Mr. Olson rose to take Uncle Lowell’s hand with the brave determination of a schoolboy who knows his master’s critical eye is upon him. “A pleasure, sir,” said Mr. Olson, who appeared to derive no pleasure at all.
“The pleasure is mine,” said Uncle Lowell, whose puckered mouth suggested that he derived even less.
“You know Quince, my woman,” he continued, with a blunt jab of his middle finger. “She is my niece’s companion, and will act here in the capacity of my late brother’s wife.”
Her mother had died when Lucy was little more than an infant, and she remembered nothing of her, but she nevertheless resented the comparison. Whatever her mother had been like, she had surely borne no similarity to Mrs. Quince.

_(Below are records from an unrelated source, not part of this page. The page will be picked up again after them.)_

// csvOf is the data behind a figure, with run and verdict in every row.
export function csvOf(f) {
  const quote = (v) => (/[",\n]/.test(v) ? `"${String(v).replaceAll('"', '""')}"` : v ?? "");
  const run = (k) => (f.runs[k] ? [f.runs[k].name, f.runs[k].verdict] : ["", ""]);
  const rows = [];
  if (f.map) {
    const m = f.map;
    const nx = m.xEdges.length - 1;
    const middle = (e, i) => (e[i] + e[i + 1]) / 2;
    rows.push(["run", "verdict", f.x.name, f.y.name, m.value.name, m.value.name + "_se"]);
    m.z.forEach((z, i) => rows.push([...run(m.run), middle(m.xEdges, i % nx), middle(m.yEdges, Math.floor(i / nx)), z, m.se && m.se[i]]));
  } else if (f.bars) {
    rows.push(["run", "verdict", "part", f.y.name, f.y.name + "_se"]);
    for (const b of f.bars) rows.push([...run(b.run), b.label, ...b.pair]);
  } else {
    rows.push(["run", "verdict", "curve", f.x.name, f.y.name, f.y.name + "_se"]);
    for (const s of f.series) s.x.forEach((x, i) => rows.push([...run(s.run), s.label, x, s.y[i], s.se && s.se[i]]));
  }
  return rows.map((r) => r.map(quote).join(",")).join("\n") + "\n";
}
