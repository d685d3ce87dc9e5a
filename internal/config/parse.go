package config

import (
	"bytes"
	"errors"
	"fmt"
	"io"
	"strings"
	"unicode/utf8"

	"go.yaml.in/yaml/v4"

	"ionfall/internal/inputerr"
)

// Parse reads a Case from the text of an input file. The name stands in messages. The error, if
// any, is an inputerr.List of everything that is wrong.
func Parse(name string, src []byte) (*Case, error) {
	if bad := checkText(src); bad != nil {
		bad.File = name
		return nil, inputerr.List{bad}
	}
	root, bad := parseYAML(src)
	if bad != nil {
		bad.File = name
		return nil, inputerr.List{bad}
	}
	c := newCase()
	d := newDecoder(name)
	tree := layout(c)
	tree.visit("", func(parent, key string) {
		d.parents[key] = append(d.parents[key], parent)
	})
	d.value(tree, root, "")
	if err := d.errs.Err(); err != nil {
		return nil, err
	}
	c.origin = &origin{file: name, pos: d.pos}
	return c, nil
}

// checkText wants UTF-8 text of a reasonable size.
func checkText(src []byte) *inputerr.Error {
	if len(src) > MaxFileBytes {
		return tooLarge(int64(len(src)), MaxFileBytes)
	}
	if bytes.HasPrefix(src, []byte{0xff, 0xfe}) || bytes.HasPrefix(src, []byte{0xfe, 0xff}) {
		return &inputerr.Error{Line: 1, Col: 1, Got: "text in UTF-16", Want: "text in UTF-8"}
	}
	line, col := 1, 1
	for rest := src; len(rest) > 0; col++ {
		r, size := utf8.DecodeRune(rest)
		if r == utf8.RuneError && size == 1 {
			return &inputerr.Error{
				Line: line, Col: col,
				Got: fmt.Sprintf("the byte 0x%02x", rest[0]), Want: "text in UTF-8",
			}
		}
		if r < ' ' && !strings.ContainsRune("\t\n\r", r) {
			return &inputerr.Error{
				Line: line, Col: col,
				Got: fmt.Sprintf("the control character U+%04X", r), Want: "text",
			}
		}
		if r == '\n' {
			line, col = line+1, 0
		}
		rest = rest[size:]
	}
	return nil
}

func tooLarge(size, most int64) *inputerr.Error {
	return &inputerr.Error{
		Got:  fmt.Sprintf("%d bytes", size),
		Want: fmt.Sprintf("an input file of at most %d bytes", most),
	}
}

// parseYAML gives the content of the only document.
func parseYAML(src []byte) (*yaml.Node, *inputerr.Error) {
	loader, err := yaml.NewLoader(bytes.NewReader(src))
	if err != nil {
		return nil, syntaxError(err)
	}
	var doc, second yaml.Node
	switch err := loader.Load(&doc); {
	case errors.Is(err, io.EOF) || (err == nil && len(doc.Content) == 0):
		return nil, &inputerr.Error{Got: "an empty file", Want: layout(newCase()).wanted()}
	case err != nil:
		return nil, syntaxError(err)
	}
	switch err := loader.Load(&second); {
	case err == nil:
		return nil, &inputerr.Error{
			Line: second.Line, Col: second.Column,
			Got: "a second document", Want: "one document a file",
		}
	case !errors.Is(err, io.EOF):
		return nil, syntaxError(err)
	}
	return doc.Content[0], nil
}

// syntaxError puts an error of the YAML reader into our form.
func syntaxError(err error) *inputerr.Error {
	var bad *yaml.LoadError
	if !errors.As(err, &bad) {
		return &inputerr.Error{Hint: "not valid YAML: " + err.Error()}
	}
	text := "not valid YAML: " + bad.Message
	if bad.ContextMsg != "" {
		text += ", " + bad.ContextMsg
		if bad.ContextMark.Line > 0 && bad.ContextMark.Line != bad.Mark.Line {
			text += fmt.Sprintf(" that starts in line %d", bad.ContextMark.Line)
		}
	}
	switch {
	case strings.Contains(bad.Message, "cannot start any token"):
		text += "; indent with blanks, not tabs, and quote text that starts with @, % or `"
	case strings.Contains(bad.Message, "mapping values are not allowed"):
		text += `; check the indentation, and quote text that holds ": "`
	}
	return &inputerr.Error{Line: bad.Mark.Line, Col: bad.Mark.Column, Hint: text}
}
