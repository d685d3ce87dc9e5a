package config

import (
	"fmt"
	"maps"
	"slices"
	"strings"

	"github.com/invopop/jsonschema"
	"go.yaml.in/yaml/v4"

	"ionfall/internal/inputerr"
)

// field is one key of a mapping.
type field struct {
	key      string
	required bool
	value    value
	// doc describes it in the schema: meaning and default.
	doc string
}

// mapping is a set of known keys.
type mapping struct {
	fields []field
	// word is a text that stands for "everything left out", or "".
	word string
	// check looks at the whole when all of it was read.
	check check
	// optional leaves it out when all its fields are left out.
	optional bool
}

func (m mapping) keys() []string {
	var keys []string
	for _, f := range m.fields {
		keys = append(keys, f.key)
	}
	return keys
}

func (m mapping) wanted() string {
	want := "a mapping with " + strings.Join(m.keys(), ", ")
	if m.word != "" {
		return m.word + ", or " + want
	}
	return want
}

func (m mapping) decode(d *decoder, n *yaml.Node, path string) {
	if m.word != "" && n.Kind == yaml.ScalarNode && n.Value == m.word {
		return
	}
	if n.Kind != yaml.MappingNode {
		d.fail(n, path, found(n), m.wanted(), "")
		return
	}
	before := len(d.errs)
	first, meant := map[string]*yaml.Node{}, map[string]bool{}
	for i := 0; i+1 < len(n.Content); i += 2 {
		k := n.Content[i]
		if !d.unique(k, path, first) {
			continue
		}
		if f := m.field(k.Value); f != nil {
			d.value(f.value, n.Content[i+1], under(path, k.Value))
			continue
		}
		near, text := d.unknown(m, k.Value, path)
		meant[near] = true
		d.fail(k, under(path, quote(k.Value)), "", "", text)
	}
	for _, f := range m.fields {
		if f.required && first[f.key] == nil && !meant[f.key] {
			d.fail(n, under(path, f.key), "nothing", f.value.wanted(), "the key is required")
		}
	}
	if m.check != nil && len(d.errs) == before {
		m.check(d, n, path)
	}
}

// field is the field of a key, or nil.
func (m mapping) field(key string) *field {
	i := slices.IndexFunc(m.fields, func(f field) bool { return f.key == key })
	if i < 0 {
		return nil
	}
	return &m.fields[i]
}

// unique reports a key that is no plain text, or was there before.
func (d *decoder) unique(k *yaml.Node, path string, first map[string]*yaml.Node) bool {
	if k.Kind != yaml.ScalarNode || k.Style&yaml.TaggedStyle != 0 {
		got := found(k)
		if k.Kind == yaml.AliasNode {
			got = "*" + k.Value
		}
		d.fail(k, path, got+" as a key", "a plain word as a key", "")
		return false
	}
	if old := first[k.Value]; old != nil {
		d.fail(k, under(path, quote(k.Value)), "", "",
			fmt.Sprintf("duplicate key; it is already in line %d", old.Line))
		return false
	}
	first[k.Value] = k
	return true
}

// unknown is the message for an unknown key: where it belongs, or what was probably meant. If
// that is a key of this mapping, near is that key.
func (d *decoder) unknown(m mapping, key, path string) (near, text string) {
	if len(d.errs) >= maxHints {
		return "", "unknown key"
	}
	if parents := d.parents[key]; len(parents) > 0 {
		return "", "unknown key here; it belongs " + places(parents)
	}
	if near := inputerr.Nearest(key, m.keys()); near != "" {
		return near, fmt.Sprintf("unknown key; did you mean %q?", near)
	}
	others := slices.Sorted(maps.Keys(d.parents)) // a map must not decide between equals
	if other := inputerr.Nearest(key, others); other != "" {
		return "", fmt.Sprintf("unknown key; did you mean %q? it belongs %s", other,
			places(d.parents[other]))
	}
	known := "the keys here are "
	if path == "" {
		known = "the keys at the top are "
	}
	return "", "unknown key; " + known + strings.Join(m.keys(), ", ")
}

// places is "under a, or under b".
func places(parents []string) string {
	var texts []string
	for _, p := range parents {
		if p == "" {
			texts = append(texts, "at the top level")
		} else {
			texts = append(texts, "under "+p)
		}
	}
	return strings.Join(texts, ", or ")
}

func (m mapping) encode() *yaml.Node {
	n := &yaml.Node{Kind: yaml.MappingNode, Tag: "!!map"}
	for _, f := range m.fields {
		if v := f.value.encode(); v != nil {
			n.Content = append(n.Content, scalarNode("!!str", f.key), v)
		}
	}
	if m.optional && len(n.Content) == 0 {
		return nil
	}
	return n
}

func (m mapping) schema() *jsonschema.Schema {
	s := &jsonschema.Schema{
		Type: "object", AdditionalProperties: jsonschema.FalseSchema,
		Properties: jsonschema.NewProperties(),
	}
	for _, f := range m.fields {
		v := f.value.schema()
		v.Description = f.doc
		s.Properties.Set(f.key, v)
		if f.required {
			s.Required = append(s.Required, f.key)
		}
	}
	if m.word == "" {
		return s
	}
	return &jsonschema.Schema{AnyOf: []*jsonschema.Schema{{Const: m.word}, s}}
}

// container is a value with known keys below it.
type container interface {
	// visit calls see for every key below path.
	visit(path string, see func(parent, key string))
}

func (m mapping) visit(path string, see func(parent, key string)) {
	for _, f := range m.fields {
		see(path, f.key)
		if c, ok := f.value.(container); ok {
			c.visit(under(path, f.key), see)
		}
	}
}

Once they were all seated, Mrs. Quince wasted no time in cutting to the heart of the matter. “Mr. Olson, have you discussed with Lucy a date for your wedding?” This was a disingenuous question, as she knew he had not raised the question at all. He had not so much as sent Lucy a note expressing joy at their upcoming union. “I cannot but think the sooner a date is set, the greater will be your happiness,” Mrs. Quince added.